Gas storage, both long and short term, is an expensive and energy intensive process, which has left the use of isolated natural gas reserves and gas sequestration plans unfeasible. However, an international collaboration of scientists has developed a way of storing gas in ‘bioclathrates’ formed from fruit and vegetables.
Clathrate hydrates are a form of clathrate compound in which a guest molecule is trapped inside a crystalline cage of ordered, hydrogen bonded water molecules and can form around a large number of low molecular weight gases, such as methane and CO2. Unfortunately, the formation of clathrate hydrates is very slow and requires high pressures to introduce the gas into the water, and low temperatures to form the ice-like structures. This leaves it no more energy efficient than standard methods of gas storage, such as liquefaction and compression into porous sorbents.

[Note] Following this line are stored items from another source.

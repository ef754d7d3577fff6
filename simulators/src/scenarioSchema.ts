/**
 * The scenario file (`simulators/scenarios/<name>/scenario.json`): what the simulators play.
 * The element's hidden truth (its own parameters, unseen by the server), the weather's daily
 * cycle and scripted events, the probe strings with their imperfections, scripted faults and
 * the crew's measure logs. Validated with zod at the edge; every message names the field, the
 * rule and the value received.
 */
import { z } from 'zod';
import {
  numberBetween,
  sensorName,
  topicLevel,
  weatherSensors,
} from '../../server/src/config/fieldSchemas.ts';
import { ValidationError, formatIssues } from '../../server/src/config/index.ts';

const between = numberBetween;
const deviceId = topicLevel('device id');
const isoTime = z.iso.datetime({
  offset: true,
  error: 'must be an ISO 8601 date and time with an offset, e.g. 2026-07-16T11:15:00+02:00',
});

const probeSensorSchema = z.strictObject({
  sensor: sensorName,
  quantity: z.enum(['rh', 'temperature'], { error: 'must be "rh" or "temperature"' }),
  depthMm: between(0, 5000, 'mm'),
  /** Constant error of this sensor, in its unit (%RH or degC). */
  bias: between(-10, 10, '(%RH or degC)').default(0),
  /** Standard deviation of the reading noise, in its unit. */
  noiseSd: between(0, 5, '(%RH or degC)').default(0.2),
  /** Reading resolution, in its unit: 0.1 (common practice for capacitive RH and digital temperature sensors). */
  quantum: between(0.001, 5, '(%RH or degC)').default(0.1),
});

const probeStringSchema = z.strictObject({
  device: deviceId,
  /** Seconds between packs in event time. */
  intervalS: between(5, 3600, 's').default(60),
  /** Rate of the device clock's drift, parts per million (a cheap crystal: tens of ppm, common practice). */
  clockDriftPpm: between(-500, 500, 'ppm').default(0),
  /** Offset of the device clock at the start, s. */
  clockOffsetS: between(-120, 120, 's').default(0),
  /** Chance that a pack is lost, 0..1. */
  dropoutProbability: between(0, 0.5, '(fraction)').default(0),
  sensors: z.array(probeSensorSchema).min(1).max(32),
});

const weatherEventSchema = z.discriminatedUnion(
  'kind',
  [
    z.strictObject({
      kind: z.literal('dry-wind'),
      startAt: isoTime,
      endAt: isoTime,
      /** Time the wind takes to rise to its strength, and to fall back at the end, min. */
      rampMin: between(0, 600, 'min').default(45),
      /** Mean wind at mast height at full strength, m/s. */
      windMS: between(0, 40, 'm/s'),
      /** Drop of the air's relative humidity at full strength, percentage points. */
      humidityDropPercent: between(0, 80, '%RH').default(0),
      /** Rise of the air temperature at full strength, K. */
      temperatureRiseK: between(0, 15, 'K').default(0),
    }),
    z.strictObject({
      kind: z.literal('shower'),
      startAt: isoTime,
      endAt: isoTime,
      rainMmH: between(0, 200, 'mm/h'),
      /** Relative humidity of the air during the shower, %. */
      humidityPercent: between(0, 100, '%RH').default(90),
      temperatureDropK: between(0, 15, 'K').default(3),
    }),
  ],
  { error: 'must be an event of kind "dry-wind" or "shower"' },
);

const weatherSchema = z.strictObject({
  device: deviceId,
  mastHeightM: between(0.1, 50, 'm'),
  intervalS: between(5, 3600, 's').default(60),
  sensors: weatherSensors,
  /** Daily cycle: coolest and warmest air, degC, at local hours. */
  airTemperatureMinC: between(-30, 50, 'degC'),
  airTemperatureMaxC: between(-30, 55, 'degC'),
  coolestAtH: between(0, 24, 'h').default(5),
  warmestAtH: between(0, 24, 'h').default(15),
  /** Relative humidity of the air at the coolest and at the warmest hour, %. */
  humidityAtCoolestPercent: between(1, 100, '%RH'),
  humidityAtWarmestPercent: between(1, 100, '%RH'),
  /** Mean wind at mast height outside events, m/s, and gusts over it (peak / mean). */
  windMS: between(0, 40, 'm/s'),
  gustFactor: between(1, 3, '(ratio)').default(1.4),
  /** Global solar radiation at solar noon on a clear day, W/m2; sunrise and sunset local hours. */
  solarNoonWm2: between(0, 1200, 'W/m2').default(0),
  sunriseH: between(0, 24, 'h').default(6),
  sunsetH: between(0, 24, 'h').default(20),
  events: z.array(weatherEventSchema).max(50).default([]),
});

const measureSchema = z.strictObject({
  kind: z.enum(['wet-covering', 'ponding', 'curing-compound', 'fogging', 'windbreak'], {
    error: 'must be one of wet-covering, ponding, curing-compound, fogging, windbreak',
  }),
  startAt: isoTime,
  endAt: isoTime.optional(),
  efficiency: between(0, 1, '(fraction)').optional(),
  relativeHumidity: between(0, 1, '(fraction)').optional(),
  windFactor: between(0, 1, '(fraction)').optional(),
  note: z.string().max(500).optional(),
});

const faultSchema = z.discriminatedUnion(
  'kind',
  [
    z.strictObject({
      kind: z.literal('stuck'),
      device: deviceId,
      sensor: sensorName,
      /** From then on the sensor repeats the last value it reported. */
      fromAt: isoTime,
    }),
    z.strictObject({
      kind: z.literal('silence'),
      device: deviceId,
      fromAt: isoTime,
      /** Absent: silent to the end. */
      toAt: isoTime.optional(),
    }),
  ],
  { error: 'must be a fault of kind "stuck" or "silence"' },
);

export const scenarioSchema = z
  .strictObject({
    name: z
      .string()
      .regex(/^[a-z0-9-]{1,64}$/, { error: 'must be lower-case letters, digits and "-"' }),
    description: z.string().max(4000).default(''),
    /** Seed of every random draw (noise, gusts, dropouts): same seed, same readings. */
    seed: z
      .number({ error: 'must be a whole number' })
      .int({ error: 'must be a whole number' })
      .min(0, { error: 'must be at least 0' })
      .max(2 ** 32 - 1, { error: `must be at most ${2 ** 32 - 1}` }),
    /** Event time the simulation starts and how long it plays. */
    startAt: isoTime,
    durationH: between(0.1, 72, 'h'),
    /** Hidden truth: the drying model with its own parameters, unseen by the server. */
    truth: z.strictObject({
      material: z.string().regex(/^[a-z0-9-]+$/, { error: 'must be a material preset id' }),
      thicknessMm: between(5, 5000, 'mm'),
      drying: z.enum(['one-face', 'two-face'], { error: 'must be "one-face" or "two-face"' }),
      placedAt: isoTime,
      placementTemperatureC: between(1, 45, 'degC'),
      /** Stress mode and external restraint degree of the truth (physics.md section 5). */
      restraint: z
        .strictObject({
          mode: z.enum(['flat', 'curl', 'restrained'], {
            error: 'must be one of flat, curl, restrained',
          }),
          degree: between(0, 1, '(fraction)').default(0),
        })
        .default({ mode: 'flat', degree: 0 }),
      /** Cells of the truth's grid: finer than the server's 60 (our assumption). */
      cellCount: z
        .number({ error: 'must be a whole number' })
        .int({ error: 'must be a whole number' })
        .min(10, { error: 'must be at least 10' })
        .max(400, { error: 'must be at most 400' })
        .default(120),
      permeabilityMultiplier: between(0.05, 20, '(ratio)').default(1),
      exposureMultiplier: between(0.2, 5, '(ratio)').default(1),
      /** Water film left on the surface by placing and finishing, kg/m2. */
      initialBleedFilmKgM2: between(0, 5, 'kg/m2').default(0),
      /** Rise of the surface over the air temperature per 1000 W/m2 of sun, K. */
      solarGainKPerKWm2: between(0, 20, 'K per kW/m2').default(6),
      /** Time constant of the surface temperature following the air, min. */
      surfaceLagMin: between(1, 600, 'min').default(30),
      /** Largest event-time step of the truth, s. */
      stepS: between(5, 900, 's').default(60),
    }),
    weather: weatherSchema,
    probeStrings: z.array(probeStringSchema).min(1).max(20),
    /** Named measure logs; `--measures <name>` picks one. */
    measureLogs: z.record(z.string().regex(/^[a-z0-9-]{1,40}$/), z.array(measureSchema).max(100)),
    defaultMeasureLog: z.string(),
    faults: z.array(faultSchema).max(50).default([]),
  })
  .superRefine((scenario, context) => {
    if (!Object.hasOwn(scenario.measureLogs, scenario.defaultMeasureLog)) {
      context.addIssue({
        code: 'custom',
        path: ['defaultMeasureLog'],
        message: `must name one of measureLogs (${Object.keys(scenario.measureLogs).join(', ')}): got ${JSON.stringify(scenario.defaultMeasureLog)}`,
      });
    }
    scenario.probeStrings.forEach((probeString, index) =>
      probeString.sensors.forEach((sensor, sensorIndex) => {
        if (sensor.depthMm > scenario.truth.thicknessMm) {
          context.addIssue({
            code: 'custom',
            path: ['probeStrings', index, 'sensors', sensorIndex, 'depthMm'],
            message: `must be between 0 and the element thickness (${scenario.truth.thicknessMm} mm): got ${sensor.depthMm}`,
          });
        }
      }),
    );
    const ordered = (path: (string | number)[], from: string, to: string | undefined) => {
      if (to !== undefined && !(Date.parse(to) > Date.parse(from))) {
        context.addIssue({ code: 'custom', path, message: `must be after ${from}: got ${to}` });
      }
    };
    scenario.weather.events.forEach((event, index) =>
      ordered(['weather', 'events', index, 'endAt'], event.startAt, event.endAt),
    );
    for (const [name, log] of Object.entries(scenario.measureLogs)) {
      log.forEach((measure, index) =>
        ordered(['measureLogs', name, index, 'endAt'], measure.startAt, measure.endAt),
      );
    }
    scenario.faults.forEach((fault, index) => {
      if (fault.kind === 'silence') ordered(['faults', index, 'toAt'], fault.fromAt, fault.toAt);
    });
  });

/** A validated scenario, defaults filled in. */
export type Scenario = z.output<typeof scenarioSchema>;
export type ScenarioInput = z.input<typeof scenarioSchema>;
export type ScenarioProbeString = Scenario['probeStrings'][number];
export type ScenarioWeather = Scenario['weather'];
export type ScenarioMeasure = Scenario['measureLogs'][string][number];
export type ScenarioFault = Scenario['faults'][number];

/**
 * Validates a scenario and fills in its defaults.
 *
 * @throws ValidationError listing every problem, one line each, naming field, rule and value
 */
export function parseScenario(input: unknown): Scenario {
  const result = scenarioSchema.safeParse(input);
  if (result.success) return result.data;
  throw new ValidationError('scenario', formatIssues(result.error.issues, input));
}

/**
 * Offset from UTC, minutes, written in an ISO 8601 time (`+02:00` -> 120, `Z` -> 0).
 * Returns 0 when the string carries no offset.
 */
export function utcOffsetMin(isoTimeText: string): number {
  const match = /([+-])(\d{2}):?(\d{2})$/.exec(isoTimeText);
  if (match === null) return 0;
  const sign = match[1] === '-' ? -1 : 1;
  return sign * (Number(match[2]) * 60 + Number(match[3]));
}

The team, led by Andrew Cooper and Weixing Wang from the University of Liverpool, UK, and the South China University of Technology, China, respectively, approached the problem from another direction. Inspired by biomimetic approaches to heavy metal storage and the ability of natural structures to facilitate gas transport, the team looked at using biological structures, such as fungi and vegetables, to greatly accelerate the kinetics of clathrate storage.
They found that the improvements in gas uptake varied significantly from different biological structures, with mushrooms and aubergines showing significantly improved – and entirely reversible – kinetics compared to bulk water at 273K, while tomatoes were unable to achieve clathrate formation. The team believes that this is because of the high water content and porous structures of the mushrooms and aubergines, but they feel that more work is needed to fully explore the reasoning behind the improvements.